(Stored data entries)

- - -

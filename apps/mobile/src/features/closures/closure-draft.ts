import {
  ClosureEffect,
  ClosureReason,
  type ClosureDetails,
  type ClosureScope,
} from '@mereward/shared/closures/contract';
import type { CloseWater } from '@mereward/shared/closures/deeds-contract';
import { z } from 'zod';
import { newId } from '@/lib/new-id';
import { instantOf } from '@/lib/zoned-time';

/** A closure as it is typed: times by the fishery's clock, empty for none; conditions a line each. */
export const ClosureDraft = z
  .object({
    what: z.enum(['fishery', 'lakes', 'pegs', 'method']),
    lakeIds: z.array(z.string()),
    pegIds: z.array(z.string()),
    method: z.enum(['keepnets', 'boats', 'night']),
    reason: ClosureReason,
    effect: ClosureEffect,
    from: z.string().min(1, 'Choose the day and the time'),
    until: z.string(),
    publicWords: z.string().trim().min(1, 'Say it to your visitors').max(400, 'At most 400 letters'),
    conditions: z.string(),
    dawns: z
      .string()
      .trim()
      .regex(/^$|^([1-9]|10)$/, 'A number from 1 to 10, or nothing'),
    moveToLakeId: z.string(),
    chooseUntil: z.string(),
  })
  .superRefine(({ what, lakeIds, pegIds, from, until }, context) => {
    const fault = (path: string, message: string) =>
      context.addIssue({ code: 'custom', path: [path], message });
    if (what === 'lakes' && lakeIds.length === 0) fault('lakeIds', 'Choose a lake');
    if (what === 'pegs' && lakeIds.length !== 1) fault('lakeIds', 'Choose the one lake they are on');
    if (what === 'pegs' && pegIds.length === 0) fault('pegIds', 'Choose a peg');
    if (until !== '' && until <= from) fault('until', 'It ends before it begins');
  });
export type ClosureDraft = z.infer<typeof ClosureDraft>;

/** Oxygen at dawn that is usual before a water is opened again, mg/l. Common practice, no published source. */
const LEAST_DAWN_MG_L = 5;

const at = (civil: string, zone: string): string => instantOf(civil, zone) ?? civil;

/** The conditions' own ids stay the same while the form is open, so that the same closure sent twice is one. */
export function closeOf(draft: ClosureDraft, { id, zone, conditionIds }: Made): CloseWater {
  const details: ClosureDetails = {
    scope: scopeOf(draft),
    reason: draft.reason,
    effect: draft.effect,
    from: at(draft.from, zone),
    until: draft.until === '' ? null : at(draft.until, zone),
    publicWords: draft.publicWords,
    liftConditions: [
      ...linesOf(draft.conditions).map((words, index) => ({
        kind: 'tick' as const,
        id: conditionIds[index] ?? newId(),
        words,
      })),
      ...(draft.dawns === ''
        ? []
        : [{ kind: 'dawn_oxygen' as const, leastMgL: LEAST_DAWN_MG_L, dawns: Number(draft.dawns) }]),
    ],
  };
  const moves = draft.effect === 'move' && draft.what !== 'method';
  return {
    id,
    details,
    moveToLakeId: moves && draft.moveToLakeId !== '' ? draft.moveToLakeId : null,
    chooseUntil: moves && draft.chooseUntil !== '' ? at(draft.chooseUntil, zone) : null,
  };
}

export type Made = { id: string; zone: string; conditionIds: readonly string[] };
export const MOST_CONDITIONS = 15;

const linesOf = (text: string): string[] =>
  text
    .split('\n')
    .map((line) => line.trim().slice(0, 200))
    .filter((line) => line !== '')
    .slice(0, MOST_CONDITIONS);

function scopeOf({ what, lakeIds, pegIds, method }: ClosureDraft): ClosureScope {
  switch (what) {
    case 'fishery':
      return { kind: 'fishery' };
    case 'lakes':
      return { kind: 'lakes', lakeIds };
    case 'pegs':
      return { kind: 'pegs', pegIds };
    case 'method':
      return { kind: 'method', method, lakeIds: lakeIds.length === 0 ? null : lakeIds };
  }
}
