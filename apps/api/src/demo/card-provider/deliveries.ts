import { createHmac } from 'node:crypto';
import type { Kept, Message } from './kept';

/** What may be made to go wrong, for tests and for looking at what the program says then. */
export type Faults = {
  slowMs: number; // before every answer
  failing: number; // so many next requests are answered 500, before anything is done
  failingAfter: number; // so many next requests are done and answered 500 all the same
  loseMessages: boolean; // as if the network ate them
  duplicate: number; // each message comes this many times more
  reorder: boolean; // newest first, a second's messages at once
  refundsFail: boolean;
};

export const NO_FAULTS: Faults = {
  slowMs: 0,
  failing: 0,
  failingAfter: 0,
  loseMessages: false,
  duplicate: 0,
  reorder: false,
  refundsFail: false,
};

const RETRY_AFTER_MS = [1_000, 5_000, 30_000, 120_000, 600_000, 3_600_000];
const ANSWER_WITHIN_MS = 10_000;

type Ground = { kept: Kept; save: () => void; faults: Faults; secret: string; to: () => string | null };

/** Signed messages to one address, each until it is answered with 2xx, farther and farther apart. */
export function openDeliveries(ground: Ground) {
  const { kept, save, faults } = ground;
  const timers = new Set<NodeJS.Timeout>();
  const held: string[] = [];

  const later = (ms: number, act: () => void): void => {
    const timer = setTimeout(() => {
      timers.delete(timer);
      act();
    }, ms);
    timer.unref();
    timers.add(timer);
  };

  const forget = (messageId: string): void => {
    kept.waiting = kept.waiting.filter((each) => each.messageId !== messageId);
    save();
  };

  const tryOnce = async (messageId: string, attempt: number): Promise<void> => {
    const message = kept.messages.find(({ id }) => id === messageId);
    const url = ground.to();
    if (!message || url === null) return forget(messageId);
    if (await delivered(url, message, ground.secret)) return forget(messageId);
    const wait = RETRY_AFTER_MS[attempt];
    if (wait === undefined) return forget(messageId);
    kept.waiting = kept.waiting.map((each) =>
      each.messageId === messageId ? { messageId, attempt: attempt + 1 } : each,
    );
    save();
    later(wait, () => void tryOnce(messageId, attempt + 1));
  };

  const send = (messageId: string): void => {
    for (let copy = 0; copy <= faults.duplicate; copy += 1) void tryOnce(messageId, 0);
  };

  for (const { messageId, attempt } of kept.waiting) later(500, () => void tryOnce(messageId, attempt));

  return {
    deliver(message: Message): void {
      if (faults.loseMessages) return;
      kept.waiting.push({ messageId: message.id, attempt: 0 });
      save();
      if (!faults.reorder) return send(message.id);
      held.push(message.id);
      if (held.length === 1) later(1000, () => held.splice(0).reverse().forEach(send));
    },
    close(): void {
      for (const timer of timers) clearTimeout(timer);
    },
  };
}

/** As Stripe signs: t, a dot and the body, under the endpoint's secret as text. */
export function signatureOf(body: string, secret: string, atS: number): string {
  return `t=${atS},v1=${createHmac('sha256', secret).update(`${atS}.${body}`).digest('hex')}`;
}

async function delivered(url: string, message: Message, secret: string): Promise<boolean> {
  const body = JSON.stringify(message);
  const signature = signatureOf(body, secret, Math.floor(Date.now() / 1000));
  try {
    const answer = await fetch(url, {
      method: 'POST',
      headers: { 'content-type': 'application/json', 'stripe-signature': signature },
      body,
      signal: AbortSignal.timeout(ANSWER_WITHIN_MS),
    });
    await answer.arrayBuffer();
    return answer.ok;
  } catch {
    return false;
  }
}
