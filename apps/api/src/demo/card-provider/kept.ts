import { existsSync, readFileSync, renameSync, writeFileSync } from 'node:fs';

type Metadata = Record<string, string>;

/** The provider's things, as far as this program speaks of them, in the shapes of Stripe's documented API. */
export type Session = {
  id: string;
  object: 'checkout.session';
  status: 'open' | 'complete' | 'expired';
  payment_status: 'unpaid' | 'paid';
  payment_intent: string | null;
  amount_total: number;
  currency: string;
  metadata: Metadata;
  client_reference_id: string | null;
  success_url: string;
  cancel_url: string;
  expires_at: number;
  created: number;
  url: string | null;
  description: string;
};

export type Intent = {
  id: string;
  object: 'payment_intent';
  status: 'requires_payment_method' | 'requires_action' | 'succeeded' | 'canceled';
  amount: number;
  amount_received: number;
  currency: string;
  metadata: Metadata;
  created: number;
  last_payment_error: { code: string; decline_code: string | null } | null;
};

export type Refund = {
  id: string;
  object: 'refund';
  status: 'succeeded' | 'failed';
  failure_reason: string | null;
  amount: number;
  currency: string;
  payment_intent: string;
  metadata: Metadata;
  created: number;
};

export type Message = {
  id: string;
  object: 'event';
  type: string;
  created: number;
  data: { object: unknown };
};

export type Kept = {
  sessions: Record<string, Session>;
  intents: Record<string, Intent>;
  refunds: Record<string, Refund>;
  messages: Message[]; // oldest first
  answers: Record<string, { asked: string; status: number; body: unknown }>; // by idempotency key
  waiting: { messageId: string; attempt: number }[]; // still to be delivered
};

const nothing = (): Kept => ({
  sessions: {},
  intents: {},
  refunds: {},
  messages: [],
  answers: {},
  waiting: [],
});

const KEPT_MESSAGES = 2000;

/** What is kept outlives the process when there is a file; it is written whole, beside itself, then put in place. */
export function openKept(file: string | null): { kept: Kept; save: () => void } {
  const kept: Kept = file !== null && existsSync(file) ? JSON.parse(readFileSync(file, 'utf8')) : nothing();
  return {
    kept,
    save() {
      kept.messages.splice(0, Math.max(0, kept.messages.length - KEPT_MESSAGES));
      if (file === null) return;
      writeFileSync(`${file}.next`, JSON.stringify(kept));
      renameSync(`${file}.next`, file);
    },
  };
}
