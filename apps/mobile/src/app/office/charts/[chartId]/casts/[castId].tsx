export { ChartCastScreen as default } from '@/features/charts/chart-cast-screen';
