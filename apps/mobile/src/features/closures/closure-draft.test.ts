import { ClosureDetails } from '@mereward/shared/closures/contract';
import { expect, test } from 'vitest';
import { ClosureDraft, closeOf } from './closure-draft';
import { newId } from '@/lib/new-id';

const lakeId = '8c1b3a7e-6a55-4d6a-8c3f-0b5d7a2f1e90';
const draft: ClosureDraft = {
  what: 'lakes',
  lakeIds: [lakeId],
  pegIds: [],
  method: 'keepnets',
  reason: 'flood',
  effect: 'move',
  from: '2027-02-12T12:00',
  until: '2027-02-15T12:00',
  publicWords: 'The banks are under water.',
  conditions: 'The board reads under 0.70 m\n\n Paths walked ',
  dawns: '',
  moveToLakeId: '',
  chooseUntil: '2027-02-13T10:00',
};
const made = { id: newId(), zone: 'Europe/London', conditionIds: [newId(), newId()] };

test('what is typed becomes a closure the contract takes, its times by the fishery’s clock', () => {
  const summer = { ...draft, from: '2027-07-12T12:00', until: '' };
  const { details } = closeOf(summer, made);
  expect(ClosureDetails.safeParse(details).success).toBe(true);
  expect(details).toMatchObject({ from: '2027-07-12T11:00:00.000Z', until: null });
});

test('each line is a condition of its own, and the same closure twice is the same', () => {
  const once = closeOf(draft, made);
  expect(once.details.liftConditions).toMatchObject([
    { kind: 'tick', words: 'The board reads under 0.70 m' },
    { kind: 'tick', words: 'Paths walked' },
  ]);
  expect(closeOf(draft, made)).toEqual(once);
});

test('an end before the beginning and no lake are named on their fields', () => {
  const faults = ClosureDraft.safeParse({ ...draft, lakeIds: [], until: '2027-02-11T12:00' }).error?.issues;
  expect(faults?.map(({ path }) => path[0])).toEqual(['lakeIds', 'until']);
});

test('only who may choose is told until when and where to', () => {
  const refunding = { ...draft, effect: 'refund' as const, moveToLakeId: lakeId };
  expect(closeOf(refunding, made)).toMatchObject({ moveToLakeId: null, chooseUntil: null });
});
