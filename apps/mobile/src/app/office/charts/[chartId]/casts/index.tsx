export { ChartCastsScreen as default } from '@/features/charts/chart-casts-screen';
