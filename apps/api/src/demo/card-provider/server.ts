import express, { type Express, type RequestHandler, type Response } from 'express';
import { createServer } from 'node:http';
import type { AddressInfo } from 'node:net';
import { setTimeout as pause } from 'node:timers/promises';
import { z } from 'zod';
import { declinedWords } from '../../payments/declined-words';
import * as deeds from './deeds';
import { NO_FAULTS, openDeliveries, type Faults } from './deliveries';
import { openKept, type Kept, type Session } from './kept';
import { bankPage, closedPage, noSuchPage, payPage, policyFor } from './pages';

type Wishes = {
  key: string;
  webhookSecret: string;
  /** Where messages go; null: nowhere yet. */
  webhookUrl: string | null;
  file: string | null;
  port?: number;
  host?: string;
  /** The address the pages are reached by; loopback where it isn't told. */
  publicUrl?: string;
};

export type CardProvider = {
  url: string;
  faults: Faults;
  kept: Kept;
  ground: deeds.Ground;
  sendTo: (webhookUrl: string | null) => void;
  close: () => Promise<void>;
};

const FaultWish = z.strictObject({
  slowMs: z.int().min(0).max(60_000).optional(),
  failing: z.int().min(0).max(1000).optional(),
  failingAfter: z.int().min(0).max(1000).optional(),
  loseMessages: z.boolean().optional(),
  duplicate: z.int().min(0).max(20).optional(),
  reorder: z.boolean().optional(),
  refundsFail: z.boolean().optional(),
});

/**
 * A card provider that takes no card: it speaks Stripe's API as far as this program asks, shows a page to pay on, and
 * sends signed messages until they are heard. What goes wrong with a real one can be switched on at /control.
 */
export async function openCardProvider(wishes: Wishes): Promise<CardProvider> {
  const { kept, save } = openKept(wishes.file);
  const faults: Faults = { ...NO_FAULTS };
  let webhookUrl = wishes.webhookUrl;
  let url = '';
  const deliveries = openDeliveries({
    kept,
    save,
    faults,
    secret: wishes.webhookSecret,
    to: () => webhookUrl,
  });
  const ground: deeds.Ground = {
    kept,
    save,
    deliver: deliveries.deliver,
    nowS: () => Math.floor(Date.now() / 1000),
    address: () => url,
    refundsFail: () => faults.refundsFail,
  };
  const http = createServer(appOf(ground, faults, wishes.key));
  const host = wishes.host ?? '127.0.0.1';
  await new Promise<void>((listening, failed) => {
    http.once('error', failed);
    http.listen(wishes.port ?? 0, host, listening);
  });
  const { port } = http.address() as AddressInfo;
  url = wishes.publicUrl ?? `http://127.0.0.1:${port}`;
  return {
    url,
    faults,
    kept,
    ground,
    sendTo: (to) => void (webhookUrl = to),
    async close() {
      deliveries.close();
      http.closeAllConnections();
      await new Promise((closed) => http.close(closed));
      save();
    },
  };
}

function appOf(ground: deeds.Ground, faults: Faults, key: string): Express {
  const app = express();
  app.disable('x-powered-by');
  app.use(express.urlencoded({ extended: true, limit: '100kb' }), express.json({ limit: '100kb' }));
  app.get('/ready', (_req, res) => void res.json({ ready: true }));
  app.use('/pay', paying(ground));
  app.use('/control', keyed(key), controls(ground, faults));
  app.use('/v1', keyed(key), misbehave(faults), repeats(ground, faults), api(ground));
  app.use(
    (_req, res) =>
      void res
        .status(404)
        .json({ error: { type: 'invalid_request_error', message: 'Unrecognised address' } }),
  );
  return app;
}

/** Answers what a deed comes to, or how the provider says no. */
function say(res: Response, deed: () => unknown): void {
  try {
    res.json(deed());
  } catch (error) {
    if (!(error instanceof deeds.Refusal)) throw error;
    res
      .status(error.status)
      .json({ error: { type: 'invalid_request_error', code: error.code, message: error.message } });
  }
}

const keyed =
  (key: string): RequestHandler =>
  (req, res, next) => {
    if (req.get('authorization') === `Bearer ${key}`) next();
    else res.status(401).json({ error: { type: 'invalid_request_error', message: 'Invalid API key' } });
  };

const broken = (res: Response) =>
  res.status(500).json({ error: { type: 'api_error', message: 'Something went wrong at the provider' } });

const misbehave =
  (faults: Faults): RequestHandler =>
  async (_req, res, next) => {
    if (faults.slowMs > 0) await pause(faults.slowMs);
    if (faults.failing === 0) return next();
    faults.failing -= 1;
    broken(res);
  };

/** The same idempotency key gets the same answer; with another request it is refused. */
const repeats =
  ({ kept, save }: deeds.Ground, faults: Faults): RequestHandler =>
  (req, res, next) => {
    const key = req.method === 'POST' ? req.get('idempotency-key') : undefined;
    const asked = JSON.stringify([req.path, req.body]);
    const before = key === undefined ? undefined : kept.answers[key];
    if (before && before.asked !== asked)
      return void res.status(400).json({
        error: { type: 'idempotency_error', message: 'This key was used for another request.' },
      });
    if (before) return void res.status(before.status).set('idempotent-replayed', 'true').json(before.body);
    const json = res.json.bind(res);
    res.json = (body: unknown) => {
      if (key !== undefined && res.statusCode < 500) {
        kept.answers[key] = { asked, status: res.statusCode, body: structuredClone(body) };
        save();
      }
      if (faults.failingAfter === 0 || req.method !== 'POST') return json(body);
      faults.failingAfter -= 1;
      return json.call(res.status(500), { error: { type: 'api_error', message: 'The answer got lost' } });
    };
    next();
  };

function api(ground: deeds.Ground): express.Router {
  const to = express.Router();
  const asked = (body: unknown): deeds.Asked =>
    typeof body === 'object' && body !== null ? { ...body } : {};
  to.post('/checkout/sessions', (req, res) => say(res, () => deeds.makeSession(ground, asked(req.body))));
  to.get('/checkout/sessions/:id', (req, res) => {
    const expanded = JSON.stringify(req.query.expand ?? '').includes('payment_intent');
    say(res, () => {
      const session = deeds.sessionOf(ground, req.params.id);
      if (!expanded || session.payment_intent === null) return session;
      return { ...session, payment_intent: deeds.intentOf(ground, session.payment_intent) };
    });
  });
  to.post('/checkout/sessions/:id/expire', (req, res) =>
    say(res, () => deeds.expireSession(ground, req.params.id)),
  );
  to.get('/payment_intents/:id', (req, res) => say(res, () => deeds.intentOf(ground, req.params.id)));
  to.post('/refunds', (req, res) => say(res, () => deeds.makeRefund(ground, asked(req.body))));
  to.get('/refunds/:id', (req, res) => say(res, () => deeds.refundOf(ground, req.params.id)));
  to.get('/events', (req, res) => {
    const created = typeof req.query.created === 'object' ? asked(req.query.created) : {};
    const since = Number(created.gte ?? 0);
    const newest = [...ground.kept.messages].reverse().filter((each) => each.created >= since);
    const after = newest.findIndex(({ id }) => id === req.query.starting_after);
    const limit = Math.min(100, Number(req.query.limit ?? 10));
    const some = newest.slice(after + 1, after + 1 + limit);
    res.json({ object: 'list', url: '/v1/events', has_more: after + 1 + limit < newest.length, data: some });
  });
  return to;
}

function controls(ground: deeds.Ground, faults: Faults): express.Router {
  const to = express.Router();
  to.post('/faults', (req, res) => {
    const wish = FaultWish.safeParse(req.body);
    if (!wish.success) return void res.status(400).json({ error: { message: wish.error.message } });
    Object.assign(faults, wish.data);
    res.json(faults);
  });
  to.post('/refunds/:id/return', (req, res) => say(res, () => deeds.returnRefund(ground, req.params.id)));
  to.post('/disputes', (req, res) => say(res, () => deeds.tellDispute(ground, { ...req.body })));
  return to;
}

function paying(ground: deeds.Ground): express.Router {
  const to = express.Router();
  const show = (res: Response, id: string, html: (session: Session) => string): void => {
    const session = ground.kept.sessions[id] ?? null;
    res.status(session ? 200 : 404).set({
      'Content-Security-Policy': policyFor(session),
      'X-Content-Type-Options': 'nosniff',
      'Referrer-Policy': 'no-referrer',
      'Cache-Control': 'no-store',
    });
    res
      .type('html')
      .send(session ? (session.status === 'open' ? html(session) : closedPage(session)) : noSuchPage());
  };
  const onwards = (res: Response, id: string, end: 'paid' | 'ask' | 'refused'): void => {
    const session = deeds.sessionOf(ground, id);
    if (end === 'paid') res.redirect(303, session.success_url);
    else res.redirect(303, end === 'ask' ? `/pay/${id}/bank` : `/pay/${id}`);
  };
  const isOpen = (id: string): boolean => ground.kept.sessions[id]?.status === 'open';
  to.get('/:id', (req, res) =>
    show(res, req.params.id, (session) => {
      const intent = session.payment_intent === null ? null : deeds.intentOf(ground, session.payment_intent);
      const error = intent?.last_payment_error;
      return payPage(session, error ? declinedWords(error.decline_code ?? error.code) : '');
    }),
  );
  to.get('/:id/bank', (req, res) => show(res, req.params.id, bankPage));
  to.post('/:id', (req, res) => {
    const { id } = req.params;
    const card: unknown = req.body?.card;
    if (!isOpen(id) || !deeds.isCard(card)) return res.redirect(303, `/pay/${id}`);
    onwards(res, id, deeds.tryCard(ground, id, card));
  });
  to.post('/:id/bank', (req, res) => {
    const { id } = req.params;
    if (!isOpen(id)) return res.redirect(303, `/pay/${id}`);
    onwards(res, id, deeds.answerBank(ground, id, req.body?.answer === 'yes'));
  });
  return to;
}
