import { useState } from 'react';
import { useRouter } from 'expo-router';
import { Empty } from '@/components/empty';
import { Loaded } from '@/components/loaded';
import { Page } from '@/components/page';
import { CloseForm } from '@/features/closures/close-form';
import { ChosenFishery, useChosenFishery } from '@/features/fisheries/chosen-fishery';
import { useFishery } from '@/features/fisheries/office-api';

/** Closes water, showing first what it would hit. */
export function CloseScreen() {
  const fishery = useChosenFishery(['owner', 'manager', 'head_bailiff', 'office']);
  return (
    <Page title="Close water" back={{ label: 'Closures', href: '/office/closures' }}>
      <ChosenFishery
        {...fishery}
        none={
          <Empty title="No fishery">The owner, a manager, the office or the head bailiff closes water.</Empty>
        }
      >
        {(fisheryId) => <Close fisheryId={fisheryId} lakes={fishery.chosen?.lakes ?? []} />}
      </ChosenFishery>
    </Page>
  );
}

type Ground = { fisheryId: string; lakes: readonly { id: string; name: string }[] };

function Close({ fisheryId, lakes }: Ground) {
  const fishery = useFishery(fisheryId);
  const router = useRouter();
  const [nowMs] = useState(() => Date.now());
  return (
    <Loaded query={fishery} waiting="Reading the fishery…">
      {({ details: { zone } }) => (
        <CloseForm
          fisheryId={fisheryId}
          lakes={lakes}
          zone={zone}
          nowMs={nowMs}
          onDone={() => router.replace(`/office/closures?fisheryId=${fisheryId}`)}
        />
      )}
    </Loaded>
  );
}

- - -

> TASK GOAL
Once the lines above that include "useChosenFishery" are counted, report the number and nothing else.

> ANSWER TO THIS EXERCISE
2